Prepayment concerns heightened once again last week when the market saw two-year lows for mortgages. According to a Lehman Brother's report mortgage rates went below 6.9% for the first time in more than two years in Tuesday's market uptrade
On the same day, Fannie 6.5s closed at par 12 upon 3/8s which has not happened since January 1999.
With the rally continuing until press time Thursday with Fannie 6.5s closing at par 18 and the Fannie current coupon yield at 6.37, analysts were predicting a print of 2300 to 2400 in this week's MBA Refinancing Index.
Last week's Refinancing Index rose 15.7% to 2048. Lehman said that the four-week average of the Index for the last four weeks (ended Aug. 24th) increased by 30% compared to the four-week period that ended July 13.
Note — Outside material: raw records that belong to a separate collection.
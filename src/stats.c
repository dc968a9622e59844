/* stats.c - normal distribution, binomial tails, incomplete beta,
 * Clopper-Pearson and Wilson intervals.
 * SPDX-License-Identifier: MIT */
#include <float.h>
#include <math.h>
#include <stdint.h>
#include <string.h>

#include "stats.h"
#include "surety.h"

/* Phi(x) = 0.5 erfc(z), z = -x/sqrt 2. In the lower tail erfc(z) has
 * condition number about 2 z^2, so the rounding of z alone would cost
 * 1e-13 relative at x = -30. The part of z lost to rounding (from fma and
 * the low half of 1/sqrt 2) is put back to first order:
 * erfc(z + dz) = erfc(z) - dz (2/sqrt pi) exp(-z^2). */
double surety_norm_cdf(double x)
{
    const double s_hi = M_SQRT1_2, s_lo = -4.833646656726457e-17;
    double z = -x * s_hi;
    if (z < 1.0)
        return 0.5 * erfc(z);
    /* At x = -INFINITY the correction's fma(inf, s, -inf) is NaN; every
     * finite x keeps it finite (exp(-z*z) is 0 long before z overflows). */
    if (isinf(z))
        return 0.0;
    double dz = fma(-x, s_hi, -z) - x * s_lo;
    return 0.5 * (erfc(z) - dz * M_2_SQRTPI * exp(-z * z));
}

/* The common case (x > -sqrt 2, about 92% of standard normals) is the
 * first line of surety_norm_cdf inlined, so the same bits; the rest go
 * through the scalar routine. */
void surety_norm_cdf_batch(double *x, size_t count)
{
    for (size_t t = 0; t < count; t++) {
        double z = -x[t] * M_SQRT1_2;
        x[t] = z < 1.0 ? 0.5 * erfc(z) : surety_norm_cdf(x[t]);
    }
}

/* Horner evaluation of c[0] + c[1] x + ... + c[7] x^7. */
static double poly7(const double *c, double x)
{
    double r = c[7];
    for (int i = 6; i >= 0; i--)
        r = r * x + c[i];
    return r;
}

/* Wichura (1988), AS 241, PPND16: rational approximations on three
 * regions: |q| <= 0.425 in q^2; then r = sqrt(-ln min(p,1-p)) split at 5.
 * Coefficients as published: a/b central, c/d intermediate, e/f tail. */
static const double ppnd_a[8] = {
    3.3871328727963666080e0, 1.3314166789178437745e+2,
    1.9715909503065514427e+3, 1.3731693765509461125e+4,
    4.5921953931549871457e+4, 6.7265770927008700853e+4,
    3.3430575583588128105e+4, 2.5090809287301226727e+3};
static const double ppnd_b[8] = {
    1.0, 4.2313330701600911252e+1,
    6.8718700749205790830e+2, 5.3941960214247511077e+3,
    2.1213794301586595867e+4, 3.9307895800092710610e+4,
    2.8729085735721942674e+4, 5.2264952788528545610e+3};
static const double ppnd_c[8] = {
    1.42343711074968357734e0, 4.63033784615654529590e0,
    5.76949722146069140550e0, 3.64784832476320460504e0,
    1.27045825245236838258e0, 2.41780725177450611770e-1,
    2.27238449892691845833e-2, 7.74545014278341407640e-4};
static const double ppnd_d[8] = {
    1.0, 2.05319162663775882187e0,
    1.67638483018380384940e0, 6.89767334985100004550e-1,
    1.48103976427480074590e-1, 1.51986665636164571966e-2,
    5.47593808499534494600e-4, 1.05075007164441684324e-9};
static const double ppnd_e[8] = {
    6.65790464350110377720e0, 5.46378491116411436990e0,
    1.78482653991729133580e0, 2.96560571828504891230e-1,
    2.65321895265761230930e-2, 1.24266094738807843860e-3,
    2.71155556874348757815e-5, 2.01033439929228813265e-7};
static const double ppnd_f[8] = {
    1.0, 5.99832206555887937690e-1,
    1.36929880922735805310e-1, 1.48753612908506148525e-2,
    7.86869131145613259100e-4, 1.84631831751005468180e-5,
    1.42151175831644588870e-7, 2.04426310338993978564e-15};

double surety_norm_quantile(double p)
{
    if (isnan(p) || p < 0.0 || p > 1.0)
        return NAN;
    if (p == 0.0)
        return -INFINITY;
    if (p == 1.0)
        return INFINITY;
    double q = p - 0.5;
    if (fabs(q) <= 0.425) {
        double r = 0.180625 - q * q;
        return q * poly7(ppnd_a, r) / poly7(ppnd_b, r);
    }
    double r = q < 0.0 ? p : 1.0 - p;
    r = sqrt(-log(r));
    double x;
    if (r <= 5.0) {
        r -= 1.6;
        x = poly7(ppnd_c, r) / poly7(ppnd_d, r);
    } else {
        r -= 5.0;
        x = poly7(ppnd_e, r) / poly7(ppnd_f, r);
    }
    return q < 0.0 ? -x : x;
}

/* The batch runs AS 241's central rational approximation on every element
 * without a branch, so the CPU overlaps the independent evaluations instead
 * of stalling on one dependency chain and on mispredicted region tests; the
 * elements outside |p - 1/2| <= 0.425 (about 15% of uniform p) are then
 * redone by the scalar routine. The central formula is the scalar one
 * operation for operation (Horner in the same order, then q*num/den), so
 * the results are the same bits. */
enum { QPASS = 64 };

/* The central formula on exactly QPASS values: the fixed trip count and
 * the restrict pointers let the compiler run it on SIMD lanes, whose
 * lane-wise IEEE operations give each value the scalar's bits. */
static void central_pass(const double *restrict x, double *restrict w)
{
    for (size_t t = 0; t < QPASS; t++) {
        double q = x[t] - 0.5, r = 0.180625 - q * q;
        double num = ppnd_a[7], den = ppnd_b[7];
        for (int i = 6; i >= 0; i--) {
            num = num * r + ppnd_a[i];
            den = den * r + ppnd_b[i];
        }
        w[t] = q * num / den;
    }
}

/* The elements tail[0 .. nt-1] of `in` outside the central region, into
 * x: the scalar routine's intermediate formula, operation for operation,
 * inline. The scalar's q < 0 ? p : 1 - p is the smaller of the two here
 * (no tail element lies at 1/2), which compiles to a minimum instead of a
 * jump that a random mix of sides mispredicts on every other element;
 * the result takes q's sign (copysign: the value is positive there). An
 * argument of log outside (0, 1) is replaced first, so log raises nothing
 * the scalar would not; the rare others (beyond r = 5, about
 * p < 1.4e-11, and 0, 1, NaN or out of range) then go through the scalar
 * routine. */
static void tail_pass(const double *in, const size_t *tail, size_t nt,
                      double *x)
{
    for (size_t k = 0; k < nt; k++) {
        double p = in[tail[k]], q = p - 0.5, c = 1.0 - p;
        double a = p < c ? p : c;
        double r = sqrt(-log(a > 0.0 ? a : 0.5));
        if (!(p > 0.0 && p < 1.0 && r <= 5.0)) {
            x[tail[k]] = surety_norm_quantile(p);
            continue;
        }
        r -= 1.6;
        x[tail[k]] = copysign(poly7(ppnd_c, r) / poly7(ppnd_d, r), q);
    }
}

void surety_norm_quantile_batch(double *p, size_t count)
{
    double in[QPASS], w[QPASS];
    for (size_t at = 0; at < count; at += QPASS) {
        size_t len = count - at < QPASS ? count - at : QPASS;
        double *x = p + at;
        memcpy(in, x, len * sizeof *x);
        for (size_t t = len; t < QPASS; t++)
            in[t] = 0.5;
        central_pass(in, w);
        /* the tail elements listed without a branch, then redone, so a
         * random mix of regions costs no mispredicted jumps */
        size_t tail[QPASS], nt = 0;
        for (size_t t = 0; t < len; t++) {
            tail[nt] = t;
            nt += !(fabs(x[t] - 0.5) <= 0.425);
            x[t] = w[t];
        }
        tail_pass(in, tail, nt, x);
    }
}

/* ------------------------------------------------------------------ */
/* Binomial probabilities: Loader's saddle-point form                  */
/* ------------------------------------------------------------------ */

#define LN_SQRT_2PI 0.918938533204672741780329736406
#define LN_2PI 1.837877066409345483560659472811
Despite the numbers, there was still optimism in the market. Analysts said that there was still good demand from banks and the GSEs.
"When I look at mortgages versus other asset classes be it Treasuries, Agency debt and swap spreads, I still think the sector is attractive," said an MBS buysider.
The investor said that the market is seeing more crossover buyers with regard to investors going out of corporates into mortgages.
In the world of corporates investors are dealing with both credit risk and interest-rate risk, whereas in mortgages the credit risk is eliminated. If they can get some lockout via the structure, there is some pretty attractive paper out there, said the investor.
"The other thing you have going for you is the fact that homeowners have a lot more options open to them with regard to what they could refinance into," she added.
An example an option would be hybrid ARMS. At the beginning of the year, the yield differential between three-year Treasurys and 10-year Treasurys was only two basis points. As of last Wednesday, the differential was 116 basis points.
"With the steepening of the curve, ARMs do look more attractive," said the investor. "Homeowners may not have been looking at hybrids at the beginning of the year, but today I would make the argument that they are now looking at it."
As the market rallied last week, the 7% coupon was once again in the spotlight.
Merrill Lynch said that the "number of refinanceable mortgage increases very rapidly as the market rallies, due to the large pool of 7s. There are more 7s now than there were in January 2001, while there are fewer 7.5s and 8s."
Merrill said that the 7% coupon will more likely refinance into the 6% coupon than it would have into the 6.5% coupon. Analysts stated that during the first six months, the 7% coupon was a coupon of choice as it was somehow insulated from both prepayments and supply. They said that the 6.5% coupon would probably replace the 7% coupon in this environment; as 7s refi into 6s the 6% coupon is created.
Analysts from Credit Suisse First Boston said that if the mortgage rates go down to the 6.50% level, then that would ignite "the mother of all refi waves". At this level 80% of the mortgage market will become refinanceable.